> [Given information]
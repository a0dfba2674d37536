//! Writing simulation results as text, JSON or CSV tables (the contract in `docs/output.md`).
//! Every writer takes `impl Write`.

use std::io::{self, Write};

use serde::Serialize;
use serde_json::json;

use crate::output::table::{Table, TableSpec, num, text};

use super::VariantResult;

const MONTHS: [&str; 12] = [
    "Jan", "Feb", "Mar", "Apr", "May", "Jun", "Jul", "Aug", "Sep", "Oct", "Nov", "Dec",
];

fn month_name(m: u32) -> &'static str {
    MONTHS
        .get((m.clamp(1, 12) - 1) as usize)
        .copied()
        .unwrap_or("?")
}

/// A readable monthly table per variant, annual figures and the energy residual.
pub fn write_text(
    out: &mut impl Write,
    design_title: &str,
    results: &[VariantResult],
) -> io::Result<()> {
    writeln!(out, "{design_title}")?;
    for r in results {
        writeln!(out)?;
        writeln!(
            out,
            "{} ({}): footprint {:.2} m², cover {:.2} m², evaporating {:.2} m²",
            r.name, r.kind, r.footprint_m2, r.aperture_m2, r.evaporating_m2
        )?;
        writeln!(
            out,
            "month  L/m²/day  L/day  GHI kWh/m²  in through cover  efficiency  ceiling L/m²  night  brine max °C  cover max °C  days"
        )?;
        for m in &r.months {
            writeln!(
                out,
                "{:<5}  {:>8.2}  {:>5.1}  {:>10.2}  {:>16.2}  {:>9.1}%  {:>12.2}  {:>4.0}%  {:>12.1}  {:>12.1}  {:>4}",
                month_name(m.month),
                m.l_m2_day,
                m.l_day,
                m.insolation_kwh_m2_day,
                m.cover_insolation_kwh_m2_day,
                100.0 * m.efficiency,
                m.ceiling_l_m2_day,
                100.0 * m.night_share,
                m.max_brine_c,
                m.max_cover_c,
                m.days_to_periodic
            )?;
        }
        writeln!(
            out,
            "annual: {:.0} L ({:.0} L/m²), mean {:.2} L/m²/day, worst month {} at {:.2} L/m²/day",
            r.annual_l,
            r.annual_l_m2,
            r.mean_l_m2_day,
            month_name(r.worst_month.month),
            r.worst_month.l_m2_day
        )?;
        writeln!(
            out,
            "energy balance residual: {:.1e} of absorbed sunlight (largest month)",
            r.energy_residual
        )?;
        if let Some(hours) = &r.hourly {
            writeln!(
                out,
                "hourly: month day hour  air °C  cover °C  brine °C  liner °C  in W/m²  to air W  to sky W  base W  sides W  distillate L  depth mm  salinity g/kg"
            )?;
            for h in hours {
                writeln!(
                    out,
                    "        {:>5} {:>3} {:>4.1}  {:>6.1}  {:>8.1}  {:>8.1}  {:>8.1}  {:>7.0}  {:>8.0}  {:>8.0}  {:>6.0}  {:>7.0}  {:>12.3}  {:>8.2}  {:>13.1}",
                    h.month,
                    h.day_of_year,
                    h.solar_hour_h,
                    h.t_air_c,
                    h.t_cover_c,
                    h.t_brine_c,
                    h.t_liner_c,
                    h.entering_w_m2,
                    h.cover_to_air_w,
                    h.cover_to_sky_w,
                    h.base_w,
                    h.sides_w,
                    h.distillate_l,
                    h.depth_mm,
                    h.salinity_g_kg
                )?;
            }
        }
    }
    Ok(())
}

#[derive(Serialize)]
struct JsonOut<'a> {
    design: &'a str,
    variants: &'a [VariantResult],
}

/// The JSON contract (docs/output.md): `{"schema_version", "design", "variants":
/// [VariantResult …]}`.
pub fn write_json(
    out: &mut impl Write,
    design_title: &str,
    results: &[VariantResult],
) -> io::Result<()> {
    crate::output::write_document(
        out,
        &JsonOut {
            design: design_title,
            variants: results,
        },
    )
}

/// The CSV tables of `simulate`: `monthly` (the default) and `hourly`.
pub const TABLES: [TableSpec; 2] = [
    TableSpec {
        name: "monthly",
        about: "one row per variant and month",
    },
    TableSpec {
        name: "hourly",
        about: "one row per variant and hourly record (with --hourly)",
    },
];

/// The monthly table: one row per variant and month.
pub fn monthly_table(results: &[VariantResult]) -> Table {
    let mut t = Table::new(
        "monthly",
        &[
            "variant",
            "kind",
            "month",
            "l_m2_day",
            "l_day",
            "insolation_kwh_m2_day",
            "cover_insolation_kwh_m2_day",
            "poa_kwh_m2_day",
            "efficiency",
            "ceiling_l_m2_day",
            "night_share",
            "max_brine_c",
            "max_cover_c",
            "days_to_periodic",
            "cycle_days",
            "residual_fraction",
        ],
    );
    for r in results {
        for m in &r.months {
            t.push(vec![
                text(&r.name),
                text(&r.kind),
                json!(m.month),
                num(m.l_m2_day, 4),
                num(m.l_day, 4),
                num(m.insolation_kwh_m2_day, 4),
                num(m.cover_insolation_kwh_m2_day, 4),
                num(m.poa_kwh_m2_day, 4),
                num(m.efficiency, 5),
                num(m.ceiling_l_m2_day, 4),
                num(m.night_share, 4),
                num(m.max_brine_c, 2),
                num(m.max_cover_c, 2),
                json!(m.days_to_periodic),
                json!(m.cycle_days),
                text(format!("{:.3e}", m.energy.residual_fraction)),
            ]);
        }
    }
    t
}

/// The hourly table: one row per variant and hourly record (empty without hourly records).
pub fn hourly_table(results: &[VariantResult]) -> Table {
    let mut t = Table::new(
        "hourly",
        &[
            "variant",
            "month",
            "day_of_year",
            "solar_hour_h",
            "t_air_c",
            "t_cover_c",
            "t_brine_c",
            "t_liner_c",
            "entering_w_m2",
            "absorbed_w",
            "cover_to_air_w",
            "cover_to_sky_w",
            "base_w",
            "sides_w",
            "distillate_l",
            "depth_mm",
            "salinity_g_kg",
            "feed_l",
            "flush_l",
        ],
    );
    for r in results {
        for h in r.hourly.iter().flatten() {
            t.push(vec![
                text(&r.name),
                json!(h.month),
                json!(h.day_of_year),
                num(h.solar_hour_h, 2),
                num(h.t_air_c, 2),
                num(h.t_cover_c, 2),
                num(h.t_brine_c, 2),
                num(h.t_liner_c, 2),
                num(h.entering_w_m2, 1),
                num(h.absorbed_w, 1),
                num(h.cover_to_air_w, 1),
                num(h.cover_to_sky_w, 1),
                num(h.base_w, 1),
                num(h.sides_w, 1),
                num(h.distillate_l, 5),
                num(h.depth_mm, 3),
                num(h.salinity_g_kg, 2),
                num(h.feed_l, 4),
                num(h.flush_l, 4),
            ]);
        }
    }
    t
}

/// Every table of [`TABLES`], in that order.
pub fn tables(results: &[VariantResult]) -> Vec<Table> {
    vec![monthly_table(results), hourly_table(results)]
}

> [Task requirements]
In the records, locate each line holding the string "Every" and copy it.

> [Written response]
//! Every writer takes `impl Write`.
/// Every table of [`TABLES`], in that order.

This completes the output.